Ethan le regarda partir, l’air perplexe. Il eut un petit rire moqueur et ralluma une cigarette. Il savait pertinemment qu’un jour ou l’autre, Réo apprendrait la vérité et se souviendrait de tout. En attendant, il prenait un malin plaisir à le manipuler à sa guise, malgré les sentiments sincères qu’il avait pour lui — même si Réo pensait le contraire et n’éprouvait à son égard que peur et méfiance.

Pendant ce temps-là, Réo ne savait plus quoi penser. Il avait marché un bon moment sans se soucier de son travail avec le vieux Grimberg lorsqu’il se rendit compte qu’il était déjà devant le petit appartement. Il entra, enjamba le bazar étalé sur le sol et s’assit sur le canapé, la tête en arrière, regardant le plafond jauni et humide.

Il était complètement perdu et ne cessait de se demander ce qu’il devait faire, tout en s’empiffrant des gâteaux qu’il avait achetés pour Charlie. Lorsqu’il se rendit compte qu’il avait mangé la moitié des cupcakes, il referma la boîte à toute vitesse, la posa sur la table du salon et alluma la télévision.

Il resta devant une telenovela, hypnotisé par l’histoire et le jeu d’acteur exagéré. Il se vida la tête toute la journée de cette façon, apathique, incapable de bouger. Mentalement épuisé, il s’endormit en fin d’après-midi alors que le quartier commençait à peine à s’animer.
À ce moment-là, il se souvint de sa rencontre avec Nathan et Kaleb.

C’était lors de sa première année au collège. Vivant dans un orphelinat, il était sujet aux moqueries et au harcèlement de la part de ses camarades. Il s’était renfermé au point de devenir quasiment invisible, même aux yeux de ceux qui le martyrisaient. Il rasait les murs, sautait le repas du midi pour éviter la cantine et faisait tout pour ne pas se démarquer.

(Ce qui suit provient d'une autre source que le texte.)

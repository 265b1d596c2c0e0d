package readers

import "strainledger/mesh"

// A polygonRule tells the types of the cells of polygonal data, which are stored by
// kind, from the number of their nodes.
type polygonRule uint8

const (
	vertices polygonRule = iota
	lines
	polygons
	strips
)

// cellType returns the type of a cell with so many nodes.
func (r polygonRule) cellType(nodes int64) mesh.CellType {
	switch {
	case nodes == 0:
		return mesh.EmptyCell
	case r == vertices && nodes == 1:
		return mesh.Vertex
	case r == vertices:
		return mesh.PolyVertex
	case r == lines && nodes == 2:
		return mesh.Line
	case r == lines:
		return mesh.PolyLine
	case r == polygons && nodes == 3:
		return mesh.Triangle
	case r == polygons && nodes == 4:
		return mesh.Quad
	case r == polygons:
		return mesh.Polygon
	}
	return mesh.TriangleStrip
}

// polyData reads the description of one piece of polygonal data. Its cells are
// numbered vertices, lines, polygons, strips, and so are the cell arrays.
func (x *xmlFile) polyData(e *element) (*piece, error) {
	points, err := count(e, "NumberOfPoints")
	if err != nil {
		return nil, err
	}
	p := &piece{file: x.file, pointCount: points}
	for _, kind := range []struct {
		rule          polygonRule
		attribute, in string
	}{
		{vertices, "NumberOfVerts", "Verts"}, {lines, "NumberOfLines", "Lines"},
		{polygons, "NumberOfPolys", "Polys"}, {strips, "NumberOfStrips", "Strips"},
	} {
		if !has(e, kind.attribute) {
			continue
		}
		cells, err := count(e, kind.attribute)
		if err != nil {
			return nil, err
		}
		if cells > maxCells-p.cellCount {
			return nil, attributeError(e, kind.attribute, e.attribute(kind.attribute), "fewer cells")
		}
		if cells == 0 {
			continue
		}
		arrays := e.child(kind.in)
		if arrays == nil {
			return nil, malformed("found %s=%d and no element %s", kind.attribute, cells, kind.in)
		}
		s := section{first: p.cellCount, count: cells, rule: kind.rule}
		if err := x.connect(&s, arrays, cells); err != nil {
			return nil, err
		}
		p.sections = append(p.sections, s)
		p.cellCount += cells
	}
	if err := x.pointsOf(p, e); err != nil {
		return nil, err
	}
	return p, x.arraysOf(p, e)
}

// maxCells keeps sums of cell counts from running over.
const maxCells = 1 << 60
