package readers

import "encoding/base64"

// base64Values[k] holds the 24-bit value of each character at place k of a group of
// four, its bytes in the order in which they are written; bit 24 marks a character
// that does not belong to the alphabet (RFC 4648, section 4).
var base64Values = func() (values [4][256]uint32) {
	const alphabet = "ABCDEFGHIJKLMNOPQRSTUVWXYZabcdefghijklmnopqrstuvwxyz0123456789+/"
	for place := range values {
		for c := range values[place] {
			values[place][c] = 1 << 24
		}
		for i := range alphabet {
			value := uint32(i) << (18 - 6*place)
			values[place][alphabet[i]] = value>>16&0xff | value&0xff00 | value&0xff<<16
		}
	}
	return values
}()

// decodeBase64 decodes whole groups of four characters and returns the number of
// bytes; padding may only end the last group. On failure it also returns the place
// of the group at fault.
func decodeBase64(to, text []byte) (count int, fault int) {
	i := 0
	for ; i+4 < len(text); i += 4 {
		group := text[i : i+4 : i+4]
		value := base64Values[0][group[0]] | base64Values[1][group[1]] | base64Values[2][group[2]] | base64Values[3][group[3]]
		if value>>24 != 0 {
			return count, i
		}
		three := to[count : count+3 : count+3]
		three[0], three[1], three[2] = byte(value), byte(value>>8), byte(value>>16)
		count += 3
	}
	n, err := base64.StdEncoding.Decode(to[count:], text[i:])
	if err != nil || n == 0 {
		return count, i
	}
	return count + n, -1
}

// encodedLength returns the characters that base64 needs for a run of bytes.
func encodedLength(bytes int64) int64 { return (bytes + 2) / 3 * 4 }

Mais un jour, il tomba sur un petit groupe de garçons alors qu’il rentrait « chez lui ». Les coups, les insultes et les humiliations fusèrent tandis qu’il était incapable de se défendre. Recroquevillé au sol, les yeux fermés, il se mit à pleurer, se demandant quand son calvaire prendrait fin. Il se voyait déjà mort, se demandant comment Ethan réagirait en apprenant la nouvelle.

C’est alors que Nathan et Kaleb, qui passaient par là, décidèrent d’intervenir et vinrent le défendre. Depuis ce jour, les trois garçons devinrent inséparables.

Réo racontait chaque journée à Ethan, qui faisait mine d’être heureux pour lui. Mais au fond, il était jaloux. Très jaloux. Il voulait Réo pour lui seul.

Encore aujourd’hui, cette jalousie n’avait jamais cessé de le ronger.